The need for the combined use of Q. cortex extract and enzymatic preparation has been shown in the results of previous studies [22-24], which have revealed a manifestation of the tolerance of biologically active substances to gastric content, low pH and bile salts, indicating that tannins can also be used to increase the synergistic effect on the intestinal microbiome. In addition, it is known that xylanase, which is part of an enzymatic preparation against the background of a diet with high wheat content, reduces the pathological effects of Clostridium perfringens in broiler chickens [25]. The mechanism of action of glucoamylase and β-glucanase can also be associated with the cleavage and oxidation of glucose to produce gluconic acid and hydrogen peroxide [26], reducing the viscosity of intestinal contents. Accumulating up to a certain level in the organism, hydrogen peroxide inhibits the spread of pathogenic bacteria.

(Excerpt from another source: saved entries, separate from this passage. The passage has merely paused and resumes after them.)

import { Router } from 'express';
import { z } from 'zod';
import { writeAudit } from '../audit/audit-log.js';
import type { Db } from '../db/client.js';
import { ApiError } from '../http/error-handler.js';
import { validate } from '../http/validate.js';
import { activeApiTokens, insertApiToken, revokeApiToken } from './api-token-repository.js';
import { signedInUser } from './authenticate.js';
import { apiTokenPrefix, hashOpaqueToken, newOpaqueToken } from './opaque-token.js';
import { requireAuth } from './require-auth.js';

export const createBody = z.object({ name: z.string().trim().min(1, 'must not be empty').max(100) });
export const tokenParams = z.object({ id: z.uuid() });

/** Personal API tokens of the signed-in user; the secret is returned once, at creation. */
export function apiTokenRoutes(db: Db): Router {
  const router = Router();
  router.use(requireAuth);

  router.get('/', async (req, res) => {
    const rows = await activeApiTokens(db, signedInUser(req).id);
    res.json(rows.map((t) => ({ id: t.id, name: t.name, createdAt: t.createdAt.toISOString(), lastUsedAt: t.lastUsedAt?.toISOString() ?? null })));
  });

  router.post('/', validate({ body: createBody }), async (req, res) => {
    const user = signedInUser(req);
    const { name } = req.valid.body as z.infer<typeof createBody>;
    const token = newOpaqueToken(apiTokenPrefix);
    const row = await db.transaction(async (tx) => {
      const created = await insertApiToken(tx, user.id, name, hashOpaqueToken(token));
      await writeAudit(tx, { groupId: null, actorId: user.id, accountId: user.id, action: 'api_token.created', subject: name });
      return created;
    });
    res.status(201).json({ id: row.id, name: row.name, token, createdAt: row.createdAt.toISOString() });
  });

  router.delete('/:id', validate({ params: tokenParams }), async (req, res) => {
    const user = signedInUser(req);
    const { id } = req.valid.params as { id: string };
    await db.transaction(async (tx) => {
      const row = await revokeApiToken(tx, user.id, id);
      if (!row) throw new ApiError(404, 'not_found', 'You have no active API token with this id.');
      await writeAudit(tx, { groupId: null, actorId: user.id, accountId: user.id, action: 'api_token.revoked', subject: row.name });
    });
    res.status(204).end();
  });

  return router;
}
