import jwt from 'jsonwebtoken';

/** Sessions last 12 hours; the cookie's Max-Age matches. */
export const sessionLifetimeSeconds = 12 * 60 * 60;

export function signSessionToken(userId: string, secret: string, lifetimeSeconds = sessionLifetimeSeconds): string {
  return jwt.sign({}, secret, { subject: userId, expiresIn: lifetimeSeconds, algorithm: 'HS256' });
}

export interface SessionClaims {
  userId: string;
  /** Issue time, seconds since the epoch. */
  issuedAt: number;
}

/** Null for a tampered, expired or malformed token; the caller answers 401. Only HS256 is accepted. */
export function verifySessionToken(token: string, secret: string): SessionClaims | null {
  try {
    const claims = jwt.verify(token, secret, { algorithms: ['HS256'] });
    if (typeof claims === 'string' || typeof claims.sub !== 'string' || typeof claims.iat !== 'number') return null;
    return { userId: claims.sub, issuedAt: claims.iat };
  } catch {
    return null;
  }
}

As for the effect of reducing triglycerides in the blood, some authors have observed a decrease in lipid oxidation in the body against a background of increased productivity after adding tannins to the ration of birds [27].

The increase in iron in organs and tissues of experimental birds is probably related to the ability of tannins to deprive iron (one of the mechanisms of positive action) through inhibition of complex forming enzymes in bacteria [28,29]. Since iron is essential for the vital activity of most pathogenic bacteria [30], this can have a positive effect on poultry health; in this case, additional studies are needed.

The decreased content of monocytes and granulocytes is probably explained by the stress of the immune system as a result of activation of the metabolism in the body of bird. Other researchers [31] earlier noted the effect of tannin on the direct modulation of the immune system of chickens as one of the mechanisms of action.

Conclusion

In the experiment, it was shown for the first time that the inclusion of Q. cortex extract in the enzyme-containing diet (anti-quarantine substances) was found to increase the productivity of poultry.

Authors’ Contributions

GKD and ASU designed the plan of work. NMK, AFR, and BSN conducted the experiment, carried out the laboratory work and analyzed the results. GKD and ASU drafted the manuscript. All authors read and approved the final manuscript.